# kids say the darnedest things...



## kvanlaan (Nov 14, 2006)

Joseph, my eldest son (he's the one on the right in the avatar), was outside yesterday when one of the gardeners from our complex came along. He is the only one who speaks English and likes to practise it with our kids and us. 

The guy is nice enough but has very poor choice in jokes (if that was what this was) - I think Joseph straightened him out though. Remember, Joseph's eight years old and speaks with a pronounced impediment.

Joseph: Did you know that there's only one true God? He made you and the world and everything in it. There is only one true God. 
Gardener: I am a god, too.
Joseph: You saying that is an abomination in God's sight, and an abomination in mine. God made man; man is not a god.

Hannah and Izaak confirmed that this conversation actually happened. Esther was not there at the time, but later commented, "What he said was _pure_ blasphemy."

Joseph wants to be a doctor but I'm sort of hoping that he goes to seminary instead; the world needs more hellfire and brimstone...


----------



## Augusta (Nov 14, 2006)

It pays to teach your kids their catechism.


----------



## Arch2k (Nov 14, 2006)




----------



## Semper Fidelis (Nov 14, 2006)

That's awesome!

My son will walk up to young children who are being defiant to their parents in stores and say "Obey your Mommy!" It's a bit embarassing but sometimes I wish the parent would actually say that to their child.

Catechizing is good stuff.

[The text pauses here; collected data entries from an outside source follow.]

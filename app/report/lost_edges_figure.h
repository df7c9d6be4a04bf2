// Where edges are lost: for one learner, per observation length, two stacked
// bars of edges per replicate that ran — the missed solid edges and the false
// edges — each split by its cause (metrics/error_attribution.h, the counts of
// summary.csv). Missed edges propagated from another test's error are split
// further by the rule that removed them (edges.csv `decision_rule`): D2, D3,
// F6(i)/F6(ii), B2, or another rule (an implied separation, screen's
// one-direction rule, ...). Propagation counted in summary.csv but not found
// in edges.csv (a file without decision columns) goes to "another rule", so
// the bars always add up to summary.csv's missed and false counts.
#pragma once

#include <array>
#include <string>
#include <vector>

#include "app/report/report_figures.h"
#include "app/results/results_reader.h"

namespace locind::app {

enum class LostCause {
  kOwnTest,               // the edge's own test was wrong
  kPropagatedD2,          // missed: removed through a wrong answer about another pair, by rule ...
  kPropagatedD3,
  kPropagatedF6,
  kPropagatedB2,
  kPropagatedOther,
  kPropagatedFalse,       // false edge kept because another answer was wrong
  kNotEstimable,          // false edge kept because a test could not be computed
  kReach,                 // the method's own rule or the edges it never reports
};
constexpr int kLostCauses = 9;

// Legend entries and colours, indexed by LostCause.
const std::vector<StackCategory>& LostCauseCategories();

// The propagation category of a missed edge removed by `rule`.
LostCause PropagationCause(const std::string& rule);

// Counts per cause for one summary line (cell x learner): missed and false.
struct LostCounts {
  std::array<int, kLostCauses> missed{};
  std::array<int, kLostCauses> false_edges{};
  int ran = 0;  // replicates that ran
};

// The counts of `line`, propagation of missed edges split by the rules of
// the rows of `edges` of the same cell and learner.
LostCounts CountLost(const SummaryLine& line, const std::vector<EdgeLine>& edges);

// The plot of one learner over `lines` (one panel's summary lines; those of
// other learners and lines without attribution are skipped): two bars per
// length, in mean edges per replicate.
StackedBarPlot LostEdgesPlot(const std::string& learner, const std::string& title,
                             const std::vector<const SummaryLine*>& lines,
                             const std::vector<EdgeLine>& edges);

}  // namespace locind::app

My 2.5 year old daughter knows almost as many of the questions in the Children's Catechism as the 4 yo because she sits right next to him during catechism.

"Anna, what is sin?"
"Sin is any want of confohmitee oh twansgweshun of the law of God."

Like music to my ears.


----------



## caddy (Nov 14, 2006)

That is too funny !


----------



## LadyFlynt (Nov 14, 2006)

One time my MIL swore and my eldest (who was then only 3 or 4) told her "Thou shalt not take the name of the Lord thy God in vain."

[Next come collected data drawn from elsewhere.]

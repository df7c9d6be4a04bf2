#include "app/report/report_html.h"

#include <cmath>
#include <cstdio>

namespace locind::app {
namespace {

std::string Escape(const std::string& text) {
  std::string out;
  for (char c : text) {
    switch (c) {
      case '&': out += "&amp;"; break;
      case '<': out += "&lt;"; break;
      case '>': out += "&gt;"; break;
      case '"': out += "&quot;"; break;
      default: out += c;
    }
  }
  return out;
}

constexpr char kStyle[] =
    "body{font-family:Helvetica,Arial,sans-serif;max-width:1100px;margin:2em auto;padding:0 1em;"
    "color:#222;line-height:1.45}"
    "h1{font-size:1.6em}h2{font-size:1.25em;border-bottom:1px solid #ccc;padding-bottom:.2em;margin-top:2em}"
    "table{border-collapse:collapse;margin:.5em 0}td,th{border:1px solid #ccc;padding:.2em .5em;"
    "text-align:left;vertical-align:top}th{background:#f2f2f2}td.n{text-align:right;"
    "font-variant-numeric:tabular-nums}"
    "figure{margin:1em 1.5em 1em 0;display:inline-table;vertical-align:top}"
    "figure svg{max-width:calc(100vw - 4em);height:auto}figcaption{display:table-caption;caption-side:bottom;"
    "font-size:.9em;color:#444}"
    ".caution{border-left:4px solid #D55E00;background:#fbf3ee;padding:.6em 1em}"
    ".warnings{border-left:4px solid #CC0000;background:#fdecec;padding:.6em 1em}"
    ".warnings p{margin:.2em 0}tr.flagged td{background:#fdecec}";

void WriteStudyTable(const ReportPage& page, std::ostream& out) {
  out << "<section id=\"study\"><h2>The study</h2>\n<table>\n";
  for (const auto& [key, value] : page.study) {
    out << "<tr><th>" << Escape(key) << "</th><td>" << Escape(value) << "</td></tr>\n";
  }
  out << "</table></section>\n";
}

void WriteFigure(const ReportFigure& f, std::ostream& out) {
  out << "<figure id=\"" << Escape(f.id) << "\">\n" << InlineSvg(f.svg, f.id) << "\n<figcaption><b>"
      << Escape(f.title) << ".</b> " << Escape(f.caption) << " (figures/" << Escape(f.id)
      << ".svg)</figcaption></figure>\n";
}

void WriteTable(const ReportTable& t, std::ostream& out) {
  out << "<table id=\"" << Escape(t.id) << "\">\n";
  if (!t.caption.empty()) out << "<caption>" << Escape(t.caption) << "</caption>\n";
  out << "<tr>";
  for (const std::string& h : t.header) out << "<th>" << Escape(h) << "</th>";
  out << "</tr>\n";
  for (const ReportTable::Row& r : t.rows) {
    out << "<tr data-key=\"" << Escape(r.key) << "\"" << (r.flagged ? " class=\"flagged\"" : "") << ">";
    for (size_t i = 0; i < r.cells.size(); ++i) {
      const std::string column = i < t.columns.size() ? t.columns[i] : "";
      out << "<td data-col=\"" << Escape(column) << "\">" << Escape(r.cells[i]) << "</td>";
    }
    out << "</tr>\n";
  }
  out << "</table>\n";
}

void WriteSection(const ReportSection& s, std::ostream& out) {
  out << "<section id=\"" << Escape(s.id) << "\"><h2>" << Escape(s.title) << "</h2>\n";
  if (!s.intro.empty()) out << "<p>" << Escape(s.intro) << "</p>\n";
  for (const ReportTable& t : s.tables) WriteTable(t, out);
  for (const ReportFigure& f : s.figures) WriteFigure(f, out);
  out << "</section>\n";
}

void WriteCell(std::ostream& out, const char* column, double value) {
  out << "<td class=\"n\" data-col=\"" << column << "\">" << ReportNumber(value) << "</td>";
}

void WriteInterval(std::ostream& out, const char* column, const metrics::Interval& i) {
  const std::string name(column);
  WriteCell(out, column, i.estimate);
  WriteCell(out, (name + "_low").c_str(), i.low);
  WriteCell(out, (name + "_high").c_str(), i.high);
}

// Design-aware scoring block: power and false edges per edge group, the
// method's power ceiling, mark agreement and the truths behind the intervals.
void WriteGroupCell(std::ostream& out, const SummaryLine& s, int g) {
  const char* name = metrics::EdgeGroupName(static_cast<metrics::EdgeGroup>(g));
  if (!s.reports[g]) {
    out << "<td data-col=\"" << name << "_power\">cannot report</td>";
  } else {
    const metrics::Interval& p = s.group_power[g];
    out << "<td class=\"n\" data-col=\"" << name << "_power\">" << ReportNumber(p.estimate) << " ["
        << ReportNumber(p.low) << ", " << ReportNumber(p.high) << "]</td>";
  }
  out << "<td class=\"n\">" << s.group_solid_found[g] << "/" << s.group_solid[g] << "</td><td class=\"n\">"
      << s.group_false_edges[g] << "/" << s.group_reported[g] << "</td>";
}

void WriteGroupNumbers(const ReportPage& page, std::ostream& out) {
  out << "<p>By edge group: power with its 95% interval, solid edges found / solid edges of N, false "
         "edges / reported edges; ceiling: the best pooled power the method can reach given the groups "
         "it cannot report; marks agree: of the reported edges in N, the share whose solid/dashed mark "
         "matches N's (methods that mark edges only).</p>\n<table id=\"group-table\">\n<tr><th>cell</th>"
         "<th>length</th><th>learner</th><th>truths</th><th>ceiling</th>";
  for (int g = 0; g < metrics::kEdgeGroups; ++g) {
    const char* name = metrics::EdgeGroupName(static_cast<metrics::EdgeGroup>(g));
    out << "<th>" << name << " power</th><th>found</th><th>false</th>";
  }
  out << "<th colspan=3>marks agree</th></tr>\n";
  for (const SummaryLine& s : page.summary) {
    out << "<tr data-cell=\"" << s.cell << "\" data-learner=\"" << Escape(s.learner) << "\"><td class=\"n\">"
        << s.cell << "</td>";
    WriteCell(out, "length", s.length);
    out << "<td>" << Escape(s.learner) << "</td><td class=\"n\">" << s.truths << "</td>";
    WriteCell(out, "power_ceiling", s.power_ceiling);
    for (int g = 0; g < metrics::kEdgeGroups; ++g) WriteGroupCell(out, s, g);
    WriteInterval(out, "mark_agreement", s.mark_agreement);
    out << "</tr>\n";
  }
  out << "</table>\n";
}

void WriteComparisons(const ReportPage& page, std::ostream& out) {
  if (page.comparisons.empty()) return;
  out << "<p>Paired differences, as in comparisons.csv: each learner minus an earlier learner of the "
         "study on the same replicates (same data), with 95% cluster-bootstrap intervals that keep the "
         "pairing. To choose between two methods, read these rather than the overlap of the intervals "
         "above: an interval of a difference that excludes 0 is a difference beyond the sampling error "
         "of the replicates.</p>\n<table id=\"comparison-table\">\n<tr><th>cell</th><th>length</th>"
         "<th>level</th><th>hidden</th><th>learner</th><th>minus</th><th>paired</th><th colspan=3>power</th>"
         "<th colspan=3>directed power</th><th colspan=3>false-edge rate</th>"
         "<th colspan=3>class recovered</th></tr>\n";
  for (const ComparisonLine& c : page.comparisons) {
    out << "<tr data-cell=\"" << c.cell << "\" data-learner=\"" << Escape(c.learner)
        << "\" data-reference=\"" << Escape(c.reference) << "\"><td class=\"n\">" << c.cell << "</td>";
    WriteCell(out, "length", c.length);
    WriteCell(out, "level", c.level);
    out << "<td class=\"n\">" << c.hidden_count << "</td><td>" << Escape(c.learner) << "</td><td>" << Escape(c.reference) << "</td><td class=\"n\">"
        << c.paired << "</td>";
    WriteInterval(out, "power_difference", c.power);
    WriteInterval(out, "directed_power_difference", c.directed_power);
    WriteInterval(out, "false_edge_rate_difference", c.false_edge_rate);
    WriteInterval(out, "class_recovery_difference", c.class_recovery);
    out << "</tr>\n";
  }
  out << "</table>\n";
}

void WriteNumbers(const ReportPage& page, std::ostream& out) {
  out << "<section id=\"numbers\"><h2>The numbers</h2>\n<p>As in summary.csv: pooled rates and "
         "means with 95% cluster-bootstrap intervals (truths, then replicates within truths).</p>\n"
         "<table id=\"summary-table\">\n<tr><th>cell</th><th>length</th><th>level</th><th>hidden</th>"
         "<th>learner</th><th>replicates</th><th>failed</th><th colspan=3>power</th>"
         "<th colspan=3>false-edge rate</th><th colspan=3>class recovered</th>"
         "<th colspan=3>tests made</th><th colspan=3>learner seconds</th></tr>\n";
  for (const SummaryLine& s : page.summary) {
    out << "<tr data-cell=\"" << s.cell << "\" data-learner=\"" << Escape(s.learner) << "\">"
        << "<td class=\"n\">" << s.cell << "</td>";
    WriteCell(out, "length", s.length);
    WriteCell(out, "level", s.level);
    out << "<td class=\"n\">" << s.hidden_count << "</td><td>" << Escape(s.learner) << "</td><td class=\"n\">"
        << s.replicates << "</td><td class=\"n\">" << s.failed << "</td>";
    WriteInterval(out, "power", s.power);
    WriteInterval(out, "false_edge_rate", s.false_edge_rate);
    WriteInterval(out, "class_recovery", s.class_recovery);
    WriteInterval(out, "tests", s.tests);
    WriteInterval(out, "timing_learn_seconds", s.seconds);
    out << "</tr>\n";
  }
  out << "</table>\n";
  WriteGroupNumbers(page, out);
  WriteComparisons(page, out);
  out << "</section>\n";
}

}  // namespace

std::string ReportNumber(double value) {
  if (std::isnan(value)) return "-";
  char buffer[64];
  if (std::abs(value) >= 1000 || value == std::floor(value)) {
    std::snprintf(buffer, sizeof buffer, "%.0f", value);
  } else {
    std::snprintf(buffer, sizeof buffer, "%.3f", value);
  }
  return buffer;
}

std::string InlineSvg(const std::string& svg, const std::string& prefix) {
  // Drop the prologue, doctype and comments: everything before <svg, and
  // every <!-- ... --> after it.
  const size_t start = svg.find("<svg");
  const std::string body = start == std::string::npos ? svg : svg.substr(start);
  std::string out;
  out.reserve(body.size() + body.size() / 16);
  for (size_t i = 0; i < body.size();) {
    if (body.compare(i, 4, "<!--") == 0) {
      const size_t end = body.find("-->", i + 4);
      i = end == std::string::npos ? body.size() : end + 3;
      continue;
    }
    // id="x" / id='x' (not part of a longer attribute name), href="#x", url(#x).
    const bool id = body.compare(i, 4, "id=\"") == 0 || body.compare(i, 4, "id='") == 0;
    if (id && (i == 0 || body[i - 1] == ' ' || body[i - 1] == '\n' || body[i - 1] == '\t')) {
      out.append(body, i, 4).append(prefix).append("-");
      i += 4;
      continue;
    }
    if (body.compare(i, 7, "href=\"#") == 0 || body.compare(i, 7, "href='#") == 0) {
      out.append(body, i, 7).append(prefix).append("-");
      i += 7;
      continue;
    }
    if (body.compare(i, 5, "url(#") == 0) {
      out.append("url(#").append(prefix).append("-");
      i += 5;
      continue;
    }
    out += body[i++];
  }
  return out;
}

void WriteReportHtml(const ReportPage& page, std::ostream& out) {
  out << "<!DOCTYPE html>\n<html lang=\"en\">\n<head>\n<meta charset=\"utf-8\">\n"
      << "<meta name=\"viewport\" content=\"width=device-width, initial-scale=1\">\n<title>"
      << Escape(page.title) << "</title>\n<style>" << kStyle << "</style>\n</head>\n<body>\n<h1>"
      << Escape(page.title) << "</h1>\n";
  if (!page.warnings.empty()) {
    out << "<div class=\"warnings\" id=\"warnings\">\n";
    for (const std::string& w : page.warnings) out << "<p class=\"warning\">" << Escape(w) << "</p>\n";
    out << "</div>\n";
  }
  out << "<p class=\"caution\" id=\"caution\">" << Escape(page.caution)
      << "</p>\n";
  WriteStudyTable(page, out);
  for (const ReportSection& s : page.sections) WriteSection(s, out);
  WriteNumbers(page, out);
  out << "<footer><p>Written by locind from the files of this folder (summary.csv, edges.csv, "
         "null_tests.csv, plan.csv when present); columns are documented in results/README.md of "
         "the locind sources.</p></footer>\n</body>\n</html>\n";
}

}  // namespace locind::app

She picked her jaw up off the floor (along with the rest of the family), looked at us, and said, "well, he's right!"


----------



## Semper Fidelis (Nov 14, 2006)

LadyFlynt said:


> One time my MIL swore and my eldest (who was then only 3 or 4) told her "Thou shalt not take the name of the Lord thy God in vain."
> 
> She picked her jaw up off the floor (along with the rest of the family), looked at us, and said, "well, he's right!"



Awesome!


----------



## Scott (Nov 14, 2006)

We are studying the Proverbs during family worship. We had done one of the ones on adultery. That night my 5 year old son prayed, "Dear God, please bless me, help me not commit adultery, and help me not blow spit bubbles."

It was funny thinking of a 5 year old having trouble with adultery. It was also funny that the way he said it made it sound like adultery and blowing spit bubbles were on the same level.  

Also, my two year old picked up on one of the Proverbs in her prayers and she now regularly includes in her prayers "please help me not pay other people's debts." She prays for it so regularly you would think it was a big struggle for her!


----------



## VirginiaHuguenot (Nov 14, 2006)

Scott said:


> We are studying the Proverbs during family worship. We had done one of the ones on adultery. That night my 5 year old son prayed, "Dear God, please bless me, help me not commit adultery, and help me not blow spit bubbles."
> 
> It was funny thinking of a 5 year old having trouble with adultery. It was also funny that the way he said it made it sound like adultery and blowing spit bubbles were on the same level.
> 
> Also, my two year old picked up on one of the Proverbs in her prayers and she now regularly includes in her prayers "please help me not pay other people's debts." She prays for it so regularly you would think it was a big struggle for her!


----------



## turmeric (Nov 14, 2006)

Well, you never know...


----------



## caddy (Nov 15, 2006)

Wow ! I love to hear stuff like this. Kids are a blessing aren't they? I can't wait for Grandkids in a few years. We need another Art Linkletter Type show. Something like that would go over well if done right. Just have to find the right guy to do it!



Scott said:


> We are studying the Proverbs during family worship. We had done one of the ones on adultery. That night my 5 year old son prayed, "Dear God, please bless me, help me not commit adultery, and help me not blow spit bubbles."
> 
> It was funny thinking of a 5 year old having trouble with adultery. It was also funny that the way he said it made it sound like adultery and blowing spit bubbles were on the same level.
> 
> Also, my two year old picked up on one of the Proverbs in her prayers and she now regularly includes in her prayers "please help me not pay other people's debts." She prays for it so regularly you would think it was a big struggle for her!


----------